The passage of the law, which blocks selling off a majority share in Pakistan International Airlines (PIA), was a major setback for Prime Minister Nawaz Sharif.
The government had struggled to meet its deadline to sell PIA, which has accumulated losses of more than USD$3 billion, after a delay of many months in amending a 1956 law that barred it from being privately owned.
After months of legal wrangling between government and opposition representatives, a joint session of the upper and lower houses of parliament unanimously passed a bill that blocks the sale of the airline.
"Management control of the company and any of its subsidiary companies… shall continue to vest in majority shareholders, which shall be the federal government and whose share shall not be less than 51 percent," the law reads.
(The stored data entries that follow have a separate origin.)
/// Pooled map length: each 16 × 16 map averaged over 2 × 2 cells.
const POOLED_LEN: usize = N_SPANS * (N_TIMES / 2) * (N_FREQS / 2);

/// Floor of the peak-normalised log maps: e⁻³ ≈ 5 % of the peak, about
/// the noise level (Z ≈ 1) under the peak of an SNR-7 tile (Z = 25.5).
const REL_LN_FLOOR: f64 = -3.0;

/// ln(Z / Z_peak) of the maps, pooled 2 × 2 (keeps the PCA covariance at
/// 256 × 256), per span, floored at [`REL_LN_FLOOR`]: the shape of the
/// transient, independent of its loudness (raw ln Z maps grow in extent
/// with SNR and split one morphology into loud and quiet families).
/// With `peak_norm` false: plain pooled ln Z (models made before the
/// peak normalisation, kept readable for `assign`).
pub(crate) fn pooled_log_maps(maps: &[f32], peak_norm: bool) -> Vec<f64> {
    let mut out = Vec::with_capacity(POOLED_LEN);
    for s in 0..N_SPANS {
        let first = out.len();
        let m = &maps[s * MAP_LEN..(s + 1) * MAP_LEN];
        for t in (0..N_TIMES).step_by(2) {
            for f in (0..N_FREQS).step_by(2) {
                let v = m[t * N_FREQS + f]
                    + m[t * N_FREQS + f + 1]
                    + m[(t + 1) * N_FREQS + f]
                    + m[(t + 1) * N_FREQS + f + 1];
                out.push((0.25 * v as f64).max(1e-3).ln());
            }
        }
        if !peak_norm {
            continue;
        }
        let peak = out[first..]
            .iter()
            .copied()
            .fold(f64::NEG_INFINITY, f64::max);
        for v in &mut out[first..] {
            *v = (*v - peak).max(REL_LN_FLOOR);
        }
    }
    out
}

impl FamilyModel {
    /// Clustering vectors (rows) of fingerprints given as (maps, scalars).
    pub fn vectors(&self, fps: &[(Vec<f32>, Vec<f32>)]) -> Array2<f64> {
        let nm = self.map_pca.components.len();
        let ns = self.scalar_cols.len();
        let mut x = Array2::zeros((fps.len(), nm + ns));
        x.axis_iter_mut(Axis(0))
            .into_par_iter()
            .zip(fps.par_iter())
            .for_each(|(mut row, (maps, sc))| {
                if nm > 0 {
                    let p = ndarray::Array1::from(pooled_log_maps(maps, self.map_peak_norm));
                    let s = self.map_pca.transform_row(p.view());
                    for (j, v) in s.iter().enumerate() {
                        row[j] = v / self.map_scale;
                    }
                }
                let raw = self.raw_scalars(sc);
                for j in 0..ns {
                    row[nm + j] =
                        (raw[j] - self.scalar_scaler.mean[j]) / self.scalar_scaler.scale[j];
                }
            });
        x
    }

    /// The clustering scalars of one fingerprint, dequantised, unscaled.
    fn raw_scalars(&self, sc: &[f32]) -> Vec<f64> {
        let key = f32_to_blob(sc);
        self.scalar_cols
            .iter()
            .enumerate()
            .map(|(j, &c)| {
                let step = if c == SCALAR_LOG2_F && self.f_on_rows && sc.len() > SCALAR_LN_Q {
                    log2_row_spacing(sc[SCALAR_LN_Q] as f64)
                } else {
                    self.dequant_step.get(j).copied().unwrap_or(0.0)
                };
                let v = dequantise(sc[c] as f64, step, &key, c);
                if c == SCALAR_LN_Q && !self.f_on_rows {
                    spread_censored(v, self.ln_q_edges, CENSOR_SPREAD_LN_Q, &key, c)
                } else {
                    v
                }
            })
            .collect()
    }
}
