//! Writes: channel upsert, one scan (or import) with its analysed segments
//! and triggers. Every function here takes an open transaction; the caller
//! commits once per command, so an error anywhere leaves nothing written.

use super::to_ns;
use crate::io::Role;
use crate::scan::ChannelScan;
use crate::segments::SegmentList;
use crate::trigger::Trigger;
use anyhow::{bail, Context, Result};
use rusqlite::{params, Connection, OptionalExtension, Transaction};
use std::path::{Path, PathBuf};
use xxhash_rust::xxh3::Xxh3;

/// What produced a `scans` row.
#[derive(Debug, Clone, Copy, PartialEq, Eq)]
pub enum ScanKind {
    /// A scan of channel data by glitchbook.
    Scan,
    /// Triggers imported from an external CSV file.
    Import,
}

impl ScanKind {
    /// The value stored in `scans.kind`.
    pub fn as_str(self) -> &'static str {
        match self {
            ScanKind::Scan => "scan",
            ScanKind::Import => "import",
        }
    }
}

/// The text stored in `channels.role`.
pub(crate) fn role_str(role: Role) -> &'static str {
    match role {
        Role::Target => "target",
        Role::Aux => "aux",
    }
}

/// Everything one `scans` row and its children need.
#[derive(Debug, Clone)]
pub struct ScanRecord<'a> {
    /// Channel name (free-form text, stored verbatim).
    pub channel: &'a str,
    /// Channel role.
    pub role: Role,
    /// Sample rate \[Hz\]; None when unknown (imports).
    pub rate_hz: Option<f64>,
    /// Scan or import.
    pub kind: ScanKind,
    /// Bundle directory or CSV file, as given by the user.
    pub source_path: &'a str,
    /// Hex xxh3-128 of the input samples or CSV bytes.
    pub input_checksum: &'a str,
    /// Resolved parameters as JSON.
    pub params_json: &'a str,
    /// Time searched (or covered, for imports).
    pub analysed: &'a SegmentList,
    /// Triggers found.
    pub triggers: &'a [Trigger],
}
Privatisation Commission Chairman Mohammad Zubair, who is a member of Sharif's ruling party, said the government would remain the major shareholder.
"We have agreed with the opposition parties that PIA will not be privatised," he said. "It is only being converted into a private entity to ensure more efficient running."
He said the bill was a compromise because resistance from unions and opposition parties was "too strong".